Remove duplicates in each table for data unification

The Deduplication rules step of unification finds and removes duplicate records for a customer from a source table so that each customer is represented by a single row in each table. Each table is deduplicated separately using rules to identify the records for a given customer.

Rules are processed in order. After all rules have been run on all the records in a table, match groups that share a common row are combined into a single match group.

Define deduplication rules

A good rule identifies a unique customer. Consider your data. It might be enough to identify customers based on a field such as email. However, if you want to differentiate customers that share an email, you might choose to have a rule with two conditions, matching on Email + FirstName. For more information, see Deduplication best practices.

  1. On the Deduplication rules page, select a table and select Add rule to define the deduplication rules.

    Tip

    If you enriched tables on the data source level to help improve your unification results, select Use enriched tables at the top of the page. For more information, see Enrichment for data sources.

    Screenshot of Deduplication rules page with table highlighted and Add rule displayed

    1. In the Add rule pane, enter the following information:

      • Select field: Choose from the list of available fields from the table that you want to check for duplicates. Choose fields that are likely unique for every single customer. For example, an email address, or the combination of name, city, and phone number.

      • Normalize: Select normalization options for the column. Normalization only impacts the matching step, and doesn't change the data.

        • Numerals: Converts Unicode symbols that represent numbers to simple numbers.
        • Symbols: Removes symbols and special characters such as !"#$%&'()*+,-./:;<=>?@[]^_`{|}~. For example, Head&Shoulder becomes HeadShoulder.
        • Text to lower case: Converts upper case characters to lower case. "ALL CAPS and Title Case" become "all caps and title case."
        • Type (Phone, Name, Address, Organization): Standardizes names, titles, phone numbers, and addresses.
        • Unicode to ASCII: Converts Unicode characters to their ASCII letter equivalent. For example, the accented ề converts to the e character.
        • Whitespace: Removes all spaces. Hello World becomes HelloWorld.
        • Alias mapping: Allows you to upload a custom list of string pairs to indicate strings that should always be considered an exact match.
        • Custom bypass: Allows you to upload a custom list of strings to indicate strings that should never be matched.
      • Precision: Set the level of precision. Precision is used for exact match and fuzzy matching, and determines how close two strings need to be in order to be considered a match.

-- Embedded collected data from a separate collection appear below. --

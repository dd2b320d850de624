package server

import (
	"strconv"
	"strings"

	"tripwell/export"
	"tripwell/store"
	"tripwell/store/record"
)

// label is the code of a device's label, drawn here so that it can be looked at before it is printed.
type label struct {
	Size                       int
	Path, Address, Aria, Sheet string
	PNG, SVG                   string
}

func (s *Server) labelOf(d store.Device, view *devicePage) {
	base := s.store.URL()
	switch {
	case d.Tag == "":
		view.NoLabel = s.words.Say("office.device.no_tag")
		return
	case base == "":
		view.NoLabel = s.words.Say("office.device.no_url")
		return
	}
	address := record.TagAddress(base, d.Tag)
	dark, err := export.CodeBitmap(address)
	if err != nil {
		view.NoLabel = err.Error()
		return
	}
	path, size := svgPath(dark)
	view.Label = &label{Size: size, Path: path, Address: address, Aria: s.words.Say("office.device.qr", "address", address), Sheet: "/labels.pdf?sheet=letter-3x10&site=" + d.Site + "&device=" + d.ID,
		PNG: "/label?as=png&tag=" + d.Tag, SVG: "/label?as=svg&tag=" + d.Tag}
}

// svgPath draws the dark modules of a square bitmap as rows of rectangles, inside a quiet zone of four modules that
// readers need (ISO/IEC 18004).
func svgPath(dark [][]bool) (path string, size int) {
	const quiet = 4
	var b strings.Builder
	for y, row := range dark {
		for x := 0; x < len(row); x++ {
			if !row[x] {
				continue
			}
			run := x
			for run < len(row) && row[run] {
				run++
			}
			b.WriteString("M" + strconv.Itoa(x+quiet) + " " + strconv.Itoa(y+quiet) + "h" + strconv.Itoa(run-x) + "v1h-" + strconv.Itoa(run-x) + "z")
			x = run
		}
	}
	return b.String(), len(dark) + 2*quiet
}
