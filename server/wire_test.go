package server

import (
	"io"
	"net"
	"sync"
	"testing"
	"time"
)

// wire is the wire between a phone and the server. Cutting it closes what is open and takes nothing new: browsers that are
// only told to be offline still reach the server through their workers.
type wire struct {
	addr, to string
	mu       sync.Mutex
	listener net.Listener
	open     map[net.Conn]bool
	off      bool
	deafen   bool // the server's answers are lost from now on
}

func newWire(t testing.TB, to string) *wire {
	t.Helper()
	l, err := net.Listen("tcp", "127.0.0.1:0")
	must(t, err)
	x := &wire{addr: l.Addr().String(), to: to, listener: l, open: map[net.Conn]bool{}}
	go x.run()
	t.Cleanup(func() { _ = l.Close(); x.cut() })
	return x
}

func (x *wire) run() {
	for {
		phone, err := x.listener.Accept()
		if err != nil {
			return
		}
		server, err := net.DialTimeout("tcp", x.dest(), 5*time.Second)
		if err != nil || !x.keep(phone, server) {
			_ = phone.Close()
			if server != nil {
				_ = server.Close()
			}
			continue
		}
		go x.pipe(server, phone, false)
		go x.pipe(phone, server, true)
	}
}

// pipe copies one way; answers (from the server) are dropped while the line is deaf.
func (x *wire) pipe(to, from net.Conn, answers bool) {
	defer func() { _ = to.Close(); _ = from.Close(); x.forget(to, from) }()
	b := make([]byte, 32<<10)
	for {
		n, err := from.Read(b)
		if answers && n > 0 && x.isDeaf() {
			return
		}
		if n > 0 {
			if _, err := to.Write(b[:n]); err != nil {
				return
			}
		}
		if err != nil && err != io.EOF || err == io.EOF {
			return
		}
	}
}

func (x *wire) dest() string { x.mu.Lock(); defer x.mu.Unlock(); return x.to }

func (x *wire) isDeaf() bool { x.mu.Lock(); defer x.mu.Unlock(); return x.deafen }

func (x *wire) keep(conns ...net.Conn) bool {
	x.mu.Lock()
	defer x.mu.Unlock()
	if x.off {
		return false
	}
	for _, c := range conns {
		x.open[c] = true
	}
	return true
}

func (x *wire) forget(conns ...net.Conn) {
	x.mu.Lock()
	defer x.mu.Unlock()
	for _, c := range conns {
		delete(x.open, c)
	}
}

// cut ends every connection and takes no new one until mend.
func (x *wire) cut() {
	x.mu.Lock()
	defer x.mu.Unlock()
	x.off = true
	for c := range x.open {
		_ = c.Close()
	}
}

// mend lets everything through again.
func (x *wire) mend() { x.mu.Lock(); defer x.mu.Unlock(); x.off, x.deafen = false, false }

// deaf loses every answer from now on: what was asked still arrives.
func (x *wire) deaf() { x.mu.Lock(); defer x.mu.Unlock(); x.deafen = true }

// lead joins the line to another server.
func (x *wire) lead(to string) {
	x.mu.Lock()
	defer x.mu.Unlock()
	x.to = to
	for c := range x.open {
		_ = c.Close()
	}
}
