package server

import (
	"net/http"
	"strings"

	"github.com/labstack/echo/v4"

	"tripwell/forms"
	"tripwell/store"
)

// limitsPage is one limit set in all its revisions, each limit with its source and how well that is known.
type limitsPage struct {
	Frame
	Crumbs         []link
	Heading, Under string
	Revisions      []limitSetShown
}

// limitSetShown is one revision of a limit set.
type limitSetShown struct {
	Name   string
	Limits []limitRow
}

type limitRow struct{ Reading, Limit, When, Level, Source, Status string }

func (s *Server) limitsShow(c echo.Context) error {
	id, k := c.Param("set"), s.ink()
	view := limitsPage{Frame: s.frame(c, k.named("limit_set", id), "set-up"), Crumbs: []link{{Href: "/set-up", Text: k.say("office.setup.title")}}, Heading: k.named("limit_set", id)}
	err := s.store.View(scope(c), func(v *store.View) error {
		sets, err := v.LimitSets()
		if err != nil {
			return err
		}
		for _, set := range sets {
			if set.ID == id { // newest first
				view.Under = k.say("office.limits.for", "kinds", s.kinds(set.Kinds))
				view.Revisions = append([]limitSetShown{s.limitSet(set)}, view.Revisions...)
			}
		}
		if len(view.Revisions) == 0 {
			return refuse(codeNotFound, "", k.say("office.limits.unknown"))
		}
		return nil
	})
	if err != nil {
		return err
	}
	return s.page(c, http.StatusOK, "limits.html", view)
}

func (s *Server) limitSet(set *forms.LimitSet) limitSetShown {
	k := s.ink()
	out := limitSetShown{Name: k.say("office.limits.revision", "rev", set.Revision, "day", k.day(set.InForce))}
	if set.InForce <= forms.Date(1900, 1, 1) {
		out.Name = k.say("office.limits.revision_open", "rev", set.Revision)
	}
	for _, l := range set.Limits {
		row := limitRow{Reading: k.reading(l.Reading), Limit: s.limitWords(l), When: s.whenAndVoid(l), Level: k.say("office.limits." + l.Level), Source: l.Source, Status: status(l.Source, l.Status)}
		if l.Reading == "" {
			row.Reading = s.fieldName(l.Field)
		}
		out.Limits = append(out.Limits, row)
	}
	return out
}

// limitWords says a limit as it stands in its set, before it is computed for a reading.
func (s *Server) limitWords(l forms.Limit) string {
	k := s.ink()
	code := l.Reading
	switch {
	case l.Curve != "":
		return k.say("office.limits.curve")
	case l.OfRated != nil:
		return k.say("office.limits.of_rated", "limit", s.shares(*l.OfRated))
	case l.OverRated != 0:
		return k.say("office.limits.over_rated", "v", number(l.OverRated/1000))
	case len(l.ByMultiple) > 0:
		var rungs []string
		for _, r := range l.ByMultiple {
			text := k.limit(code, &forms.Bounds{Min: r.Min, Max: r.Max}, "")
			if r.NoTrip {
				text = k.say("office.limits.no_trip")
			}
			rungs = append(rungs, k.say("office.limits.rung", "multiple", number(r.Multiple), "limit", text))
		}
		return strings.Join(rungs, "; ")
	case l.OverRange:
		return k.say("verdict.over_range")
	case l.PerLength != nil:
		return k.say("verdict.per_length", "n", k.amount(number(l.PerLength.Base), l.Unit))
	case l.Flag:
		return s.flagWords(l)
	case l.Min != nil || l.Max != nil || len(l.OneOf) > 0:
		level := l.Level
		if len(l.OneOf) == 0 {
			level = "" // a column says that it is a recommendation
		}
		return k.limit(code, &forms.Bounds{Min: l.Min, Max: l.Max, OneOf: l.OneOf}, level)
	}
	return k.say("office.limits.computed")
}

// flagWords is what a limit without bounds says where its conditions hold.
func (s *Server) flagWords(l forms.Limit) string {
	if s.words.Has(l.Text) {
		return s.words.Say(l.Text)
	}
	return s.words.Say("office.limits.flagged")
}

func (s *Server) shares(b forms.Bounds) string {
	k := s.ink()
	percent := func(v *float64) string { return number(*v * 100) }
	switch {
	case b.Min != nil && b.Max != nil:
		return k.say("office.entry.limit_band", "min", percent(b.Min), "max", percent(b.Max)+thin+"%")
	case b.Max != nil:
		return k.say("office.entry.limit_max", "max", percent(b.Max)+thin+"%")
	case b.Min != nil:
		return k.say("office.entry.limit_min", "min", percent(b.Min)+thin+"%")
	}
	return ""
}

// whenAndVoid says where a limit applies and where its reading says nothing.
func (s *Server) whenAndVoid(l forms.Limit) string {
	var parts, voids []string
	if text := s.when(l.When); text != "" {
		parts = append(parts, s.words.Say("office.limits.when", "what", text))
	}
	for _, void := range l.Void {
		voids = append(voids, s.when(void.When))
	}
	if len(voids) > 0 {
		parts = append(parts, s.words.Say("office.limits.void", "what", strings.Join(voids, s.words.Say("office.limits.or_where"))))
	}
	return strings.Join(parts, " ")
}

// when says the conditions of a limit in words, all of which must hold.
func (s *Server) when(conditions []forms.Condition) string {
	k := s.ink()
	var parts []string
	for _, c := range conditions {
		name := k.reading(c.Reading)
		if c.Reading == "" {
			name = s.fieldName(c.Field)
		}
		var facts []string
		if len(c.Is) > 0 {
			facts = append(facts, s.values(c, c.Is))
		}
		if len(c.Not) > 0 {
			facts = append(facts, k.say("office.limits.not", "value", s.values(c, c.Not)))
		}
		unit := unitOf(c.Reading)
		if c.Reading == "" {
			unit = fieldUnits[c.Field]
		}
		for _, bound := range []struct {
			key string
			v   *float64
		}{{"office.entry.limit_min", c.AtLeast}, {"office.entry.limit_max", c.AtMost}, {"office.entry.above", c.Above}, {"office.entry.below", c.Below}} {
			if bound.v != nil {
				text := k.amount(number(*bound.v), unit)
				facts = append(facts, k.say(bound.key, "min", text, "max", text, "value", text))
			}
		}
		if c.Missing {
			facts = append(facts, k.say("office.limits.missing"))
		}
		parts = append(parts, lowerFirst(name)+": "+strings.Join(facts, ", "))
	}
	return strings.Join(parts, "; ")
}

func (s *Server) values(c forms.Condition, values forms.OneOf) string {
	k := s.ink()
	var out []string
	for _, v := range values {
		switch v := v.(type) {
		case float64:
			unit := unitOf(c.Reading)
			if c.Reading == "" {
				unit = fieldUnits[c.Field]
			}
			out = append(out, k.amount(number(v), unit))
		case string:
			if c.Reading != "" {
				out = append(out, lowerFirst(k.answer(c.Reading, v)))
			} else {
				out = append(out, lowerFirst(s.fieldAnswer(c.Field, v)))
			}
		}
	}
	return strings.Join(out, k.say("office.limits.or"))
}

// fieldName names a register field.
func (s *Server) fieldName(field string) string {
	if key := "office.device.field." + field; s.words.Has(key) {
		return s.words.Say(key)
	}
	return field
}

// fieldAnswer writes a register field's value where it is one of a list.
func (s *Server) fieldAnswer(field, value string) string {
	if key := "office.device.answer." + field + "." + value; s.words.Has(key) {
		return s.words.Say(key)
	}
	switch field {
	case "kind":
		return s.ink().named("kind", value)
	case "rated_residual_ma":
		return s.ink().amount(value, "mA")
	}
	return s.ink().answer(field, value)
}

        • Basic: Choose from Low (30%), Medium (60%), High (80%), and Exact (100%). Select Exact to only match records that match 100 percent.
        • Custom: Set a percentage that records need to match. The system only matches records passing this threshold.
      • Name: Name for the rule.

      Screenshot of Add rule pane for removing duplicates.

    2. Optionally, select Add > Add condition to add more conditions to the rule. Conditions are connected with a logical AND operator and thus only executed if all conditions are met.

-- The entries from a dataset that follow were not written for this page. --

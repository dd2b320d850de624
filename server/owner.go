package server

import (
	"bufio"
	"context"
	"encoding/json"
	"io"
	"net/http"
	"strconv"
	"strings"
	"time"

	"github.com/labstack/echo/v4"

	"tripwell/forms"
	"tripwell/store"
)

// ownerRoutes is everything the owner's face answers, for the commands.
func ownerRoutes() []route {
	return []route{
		{get, "/own/info", owner, (*Server).ownInfo, 0},
		{get, "/own/due", owner, (*Server).ownDue, 0},
		{get, "/own/workbook", owner, (*Server).ownWorkbook, 0},
		{get, "/own/bundle", owner, (*Server).ownBundle, 0},
		{get, "/own/labels", owner, (*Server).ownLabels, 0},
		{post, "/own/labels/batch", owner, (*Server).ownLabelsBatch, 0},
		{get, "/own/label", owner, (*Server).ownLabel, 0},
		{get, "/own/table", owner, (*Server).ownTable, 0},
		{get, "/own/round-sheet", owner, (*Server).ownRound, 0},
		{get, "/own/statement", owner, (*Server).ownStatement, 0},
		{get, "/own/device-sheet", owner, (*Server).ownSheet, 0},
		{post, "/own/import/register", owner, (*Server).ownImportRegister, importLimit},
		{post, "/own/import/tray", owner, (*Server).ownImportTray, trayLimit},
		{post, "/own/backup", owner, (*Server).ownBackup, 0},
		{get, "/own/backup", owner, (*Server).ownBackupTake, 0},
		{post, "/own/backup/kept", owner, (*Server).ownBackupKept, 0},
		{get, "/own/photos", owner, (*Server).ownPhotos, 0},
		{get, "/own/photos/:photo", owner, (*Server).ownPhoto, 0},
		{get, "/own/rules/:rules", owner, (*Server).ownRules, 0},
		{post, "/own/rules/:rules", owner, (*Server).ownRulesImport, rulesLimit},
		{post, "/own/import/readings", owner, (*Server).ownImportReadings, importLimit},
		{get, "/own/seal", owner, (*Server).ownSealing, 0},
		{post, "/own/seal", owner, (*Server).ownSeal, 0},
		{get, "/own/check", owner, (*Server).ownCheck, 0},
		{post, "/own/rebuild", owner, (*Server).ownRebuild, 0},
	}
}

// ownerScope sees everything.
var ownerScope = store.Scope{Role: "owner", All: true}

// Info says what store answers.
type Info struct {
	Store string    `json:"store"`
	Epoch int       `json:"epoch"`
	Demo  bool      `json:"demo"`
	URL   string    `json:"url"` // label address; "" = labels cannot be made yet
	Now   time.Time `json:"now"`
}

func (s *Server) ownInfo(c echo.Context) error {
	return s.sendJSON(c, http.StatusOK, Info{Store: s.store.ID(), Epoch: s.store.Epoch(), Demo: s.store.Demo(), URL: s.store.URL(), Now: s.store.Now()})
}

// DueLine is one line of GET /own/due and of the command that prints it.
type DueLine struct {
	Device string     `json:"device"` // id
	Tag    string     `json:"tag"`
	Site   string     `json:"site"` // code
	Place  string     `json:"place"`
	Task   string     `json:"task"`
	Due    forms.Day  `json:"due"`
	State  string     `json:"state"`
	Last   *forms.Day `json:"last"` // null: never
}

// ownDue sends what is due, one JSON object a line, site by site and by date within each. Query: on (day, else each
// site's own today), site (id or code, else all), until (day: upcoming dates up to it as well).
func (s *Server) ownDue(c echo.Context) error {
	on, err := dayParam(c, "on")
	if err != nil {
		return err
	}
	until, err := dayParam(c, "until")
	if err != nil {
		return err
	}
	return s.lines(c, func(send func(any) error) error {
		return s.store.View(ownerScope, func(v *store.View) error {
			sites, err := sitesAsked(v, c.QueryParam("site"))
			if err != nil {
				return err
			}
			for _, site := range sites {
				if err := dueOfSite(v, site, s.dayThere(site, on), until, send); err != nil {
					return err
				}
			}
			return nil
		})
	})
}

func dueOfSite(v *store.View, site store.Site, on, until forms.Day, send func(any) error) error {
	for row, err := range v.Due(store.DueAsk{On: on, Until: until, Site: site.ID}) {
		if err != nil {
			return err
		}
		if until == forms.NoDay && row.State == "upcoming" {
			continue
		}
		line := DueLine{Device: row.Device.ID, Tag: row.Device.Tag, Site: site.Code, Place: placeText(row.Device.Place), Task: row.Task, Due: row.Due.Due, State: row.State}
		if row.Due.Last != forms.NoDay {
			line.Last = &row.Due.Last
		}
		if err := send(line); err != nil {
			return err
		}
	}
	return nil
}

// placeText is a place in one line: where it is, then the spot.
func placeText(p store.Place) string {
	if where := p.Context(); where != "" && p.Name != "" {
		return where + " · " + p.Name
	} else if where != "" {
		return where
	}
	return p.Name
}

// sitesAsked gives the one site named by id or code, or all.
func sitesAsked(v *store.View, idOrCode string) ([]store.Site, error) {
	if idOrCode == "" {
		return v.Sites()
	}
	site, err := v.Site(idOrCode)
	return []store.Site{site}, err
}

// dayThere is the day asked for, or the present day at the site.
func (s *Server) dayThere(site store.Site, asked forms.Day) forms.Day {
	if asked != forms.NoDay {
		return asked
	}
	return forms.DayOf(s.store.Now().In(site.Location()))
}

func dayParam(c echo.Context, name string) (forms.Day, error) {
	return dayTyped(name, c.QueryParam(name))
}

func dayTyped(name, text string) (forms.Day, error) {
	if text == "" {
		return forms.NoDay, nil
	}
	d, err := forms.ParseDay(text)
	if err != nil {
		return forms.NoDay, refuse(codeInvalid, name, err.Error()+".")
	}
	return d, nil
}

// countParam reads a whole number from 1; absent is what it stands for without one.
func countParam(c echo.Context, name string, absent int) (int, error) {
	text := c.QueryParam(name)
	if text == "" {
		return absent, nil
	}
	n, err := strconv.Atoi(text)
	if err != nil || n < 1 {
		return 0, refuse(codeInvalid, name, "This is no whole number from 1. Write it in digits.")
	}
	return n, nil
}

// ownWorkbook streams the workbook. Query: site (id or code), from and to (test days), by (person).
func (s *Server) ownWorkbook(c echo.Context) error {
	by, err := s.ownBy(c)
	if err != nil {
		return err
	}
	return s.sendWorkbook(c, ownerScope, by)
}

// ownBy is in whose name a command acts: the person asked for with by (id or name), else the first manager of all sites.
func (s *Server) ownBy(c echo.Context) (string, error) {
	people, err := s.store.People()
	if err != nil {
		return "", err
	}
	if by := c.QueryParam("by"); by != "" {
		return personCalled(people, by)
	}
	for _, p := range people {
		if p.Active && p.All && p.Role == "manager" {
			return p.ID, nil
		}
	}
	return "", refuse(codeConflict, "by", "There is no manager of all sites yet. Start the server and open the first manager's sign-in link, or name a person with --by.")
}

// personCalled finds one person by id or by name.
func personCalled(people []store.Person, by string) (string, error) {
	var found []string
	for _, p := range people {
		if p.ID == by {
			return p.ID, nil
		}
		if strings.EqualFold(p.Name, by) {
			found = append(found, p.ID)
		}
	}
	switch len(found) {
	case 1:
		return found[0], nil
	case 0:
		return "", refuse(codeNotFound, "by", "There is no such person here. Give a name as the list of people shows it.")
	}
	return "", refuse(codeInvalid, "by", "Several people have this name. Give the id of one of them: "+strings.Join(found, ", ")+".")
}

func (s *Server) ownCheck(c echo.Context) error {
	return s.work(c, func(ctx context.Context, progress func(done, total int64)) (any, error) {
		return s.store.Check(ctx, progress)
	})
}

// ownRebuild computes the read models anew. Beside a server it is refused: pages would be read half old, half new.
func (s *Server) ownRebuild(c echo.Context) error {
	if !s.alone {
		return refuse(codeConflict, "", "The server is running on this folder. Stop it, run rebuild, then start it again.")
	}
	return s.work(c, func(ctx context.Context, progress func(done, total int64)) (any, error) {
		if err := s.store.Rebuild(ctx, progress); err != nil {
			return nil, err
		}
		hash, err := s.store.ViewHash()
		return Rebuilt{ViewHash: hash}, err
	})
}

// Rebuilt is the report of POST /own/rebuild.
type Rebuilt struct {
	ViewHash string `json:"view_hash"` // over every read model as rebuilt
}

// lines sends JSON lines as they come. The first error before any line is answered as an error; a later one breaks the
// connection.
func (s *Server) lines(c echo.Context, produce func(send func(any) error) error) error {
	return s.stream(c, "application/x-ndjson", func(w io.Writer) error {
		buffered := bufio.NewWriterSize(w, 32<<10)
		enc := json.NewEncoder(buffered)
		enc.SetEscapeHTML(false)
		if err := produce(enc.Encode); err != nil {
			return err
		}
		return buffered.Flush()
	})
}

// workLine is a line of an answer that takes long: {"progress":{…}} now and then, {"report":…} or {"error":{…}} last.
type workLine struct {
	Progress *progressLine `json:"progress,omitempty"`
	Report   any           `json:"report,omitempty"`
	Error    *Wrong        `json:"error,omitempty"`
}

type progressLine struct {
	Done  int64 `json:"done"`
	Total int64 `json:"total"`
}

const progressEvery = 200 * time.Millisecond

// work runs something long for as long as its caller listens, and tells how far it is.
func (s *Server) work(c echo.Context, do func(ctx context.Context, progress func(done, total int64)) (any, error)) error {
	res := c.Response()
	res.Header().Set("Content-Type", "application/x-ndjson")
	enc := json.NewEncoder(res)
	enc.SetEscapeHTML(false)
	var told time.Time
	report, err := do(c.Request().Context(), func(done, total int64) {
		if time.Since(told) < progressEvery {
			return
		}
		told = time.Now()
		if enc.Encode(workLine{Progress: &progressLine{done, total}}) == nil {
			res.Flush()
		}
	})
	if err != nil {
		if !res.Committed {
			return err
		}
		w := s.told(c, err)
		return enc.Encode(workLine{Error: &w})
	}
	return enc.Encode(workLine{Report: report})
}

    3. Optionally, Add > Add exception to add exceptions to the rule. Exceptions are used to address rare cases of false positives and false negatives.

    4. Select Done to create the rule.

  2. Optionally, add more rules.

  3. Select a table and then Edit merge preferences.

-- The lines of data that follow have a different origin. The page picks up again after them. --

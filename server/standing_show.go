package server

import (
	"tripwell/forms"
	"tripwell/store"
)

// setApplying says which limit set applies to a device today, and why.
func (s *Server) setApplying(v *store.View, device string, today forms.Day) (fact, error) {
	k := s.ink()
	st, err := v.StandingFor(device, today)
	if err != nil {
		return fact{}, err
	}
	out := fact{Name: k.say("config.applies")}
	switch {
	case st.ID == "":
		out.Value = k.say("config.applies_none")
	case st.Set == nil:
		out.Value = k.say("config.applies_unknown", "name", k.named("limit_set", st.ID))
	default:
		out.Value, out.Href = k.say("config.applies_"+st.Why, "name", s.setName(st.Set), "rev", st.Set.Revision), "/limits/"+st.ID
		if st.OwnRevision {
			out.Value = joined(out.Value, k.say("config.applies_own"))
		}
	}
	return out, nil
}
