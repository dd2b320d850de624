package server

import (
	"bytes"
	"net/http"

	"github.com/labstack/echo/v4"

	"tripwell/export/intake"
	"tripwell/export/results"
)

// resultsPage asks for a file of tests made elsewhere.
type resultsPage struct {
	Frame
	Crumbs        []link
	Heading, Lead string
	Wrong         string
	What          field
	Kept          keptList
}

func (s *Server) resultsNew(c echo.Context) error {
	return s.resultsAsk(c, http.StatusOK, "", "")
}

func (s *Server) resultsAsk(c echo.Context, status int, what, wrong string) error {
	k := s.ink()
	kept, err := s.keptColumns(ofResults, nil)
	if err != nil {
		return err
	}
	return s.page(c, status, "results.html", resultsPage{
		Kept:  keptList{"/results/columns", kept},
		Frame: s.frame(c, k.say("results.heading"), "sites"), Crumbs: []link{{Href: "/sites", Text: k.say("office.nav.sites")}}, Heading: k.say("results.heading"), Lead: k.say("results.lead"), Wrong: wrong,
		What: field{Name: "what", Label: k.say("results.what"), Hint: k.say("results.what_hint"), Options: choices(what, "readings", k.say("results.what_readings"), "past", k.say("results.what_past"))},
	})
}

// resultsTake keeps the file a manager chose, and goes on to its preview. A file that cannot be one is told at once.
func (s *Server) resultsTake(c echo.Context) error {
	u, err := uploadOf(c)
	if err == nil {
		u.ask, err = results.ParseAsk(u.kept)
	}
	if err == nil {
		u.person, u.ask.Past, u.ask.DryRun = person(c).ID, u.said == "past", false
		if _, err = s.resultsOf(c, &u, true); err == nil {
			return toPage(c, "/results/"+s.results.put(u, s.store.Now()))
		}
	}
	w, fault := wrongOf(err)
	if fault {
		return err
	}
	return s.resultsAsk(c, http.StatusUnprocessableEntity, u.said, w.Text)
}

// resultsOf takes an upload apart and, unless dry, in. One at a time: see importArea.
func (s *Server) resultsOf(c echo.Context, u *upload, dry bool) (results.Report, error) {
	ctx := c.Request().Context()
	done, err := s.results.take(ctx)
	if err != nil {
		return results.Report{}, err
	}
	defer done()
	book, err := results.Open(u.name, bytes.NewReader(u.raw), intake.Caps{Bytes: uploadBytes, Unpacked: 64 << 20, Cells: 1_000_000})
	if err != nil {
		return results.Report{}, err
	}
	u.shapes = book.Shapes()
	ask := u.ask
	ask.DryRun = dry
	return results.Import(ctx, s.store, u.person, book, ask, nil)
}

// resultsFor reads the upload an address names.
func (s *Server) resultsFor(c echo.Context) (upload, error) {
	return s.results.get(c.Param("upload"), person(c).ID, s.store.Now())
}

  4. In the Merge preferences pane:

    1. Choose one of three options to determine which record to keep if a duplicate is found:

      • Most filled: Identifies the record with most populated columns as the winner record. It's the default merge option.
      • Most recent: Identifies the winner record based on the most recency. Requires a date or a numeric field to define the recency.
      • Least recent: Identifies the winner record based on the least recency. Requires a date or a numeric field to define the recency.

      If there's a tie, the winner record is the one with the MAX(PK) or the larger primary key value.

    2. Optionally, to define merge preferences on individual columns of a table, select Advanced at the bottom of the pane. For example, you can choose to keep the most recent email AND the most complete address from different records. Expand the table to see all its columns and define which option to use for individual columns. If you choose a recency-based option, you also need to specify a date/time field that defines the recency.

      Advanced merge preferences pane showing recent email and complete address

    3. Select Done to apply your merge preferences.

  5. After defining the deduplication rules and merge preferences, select Next.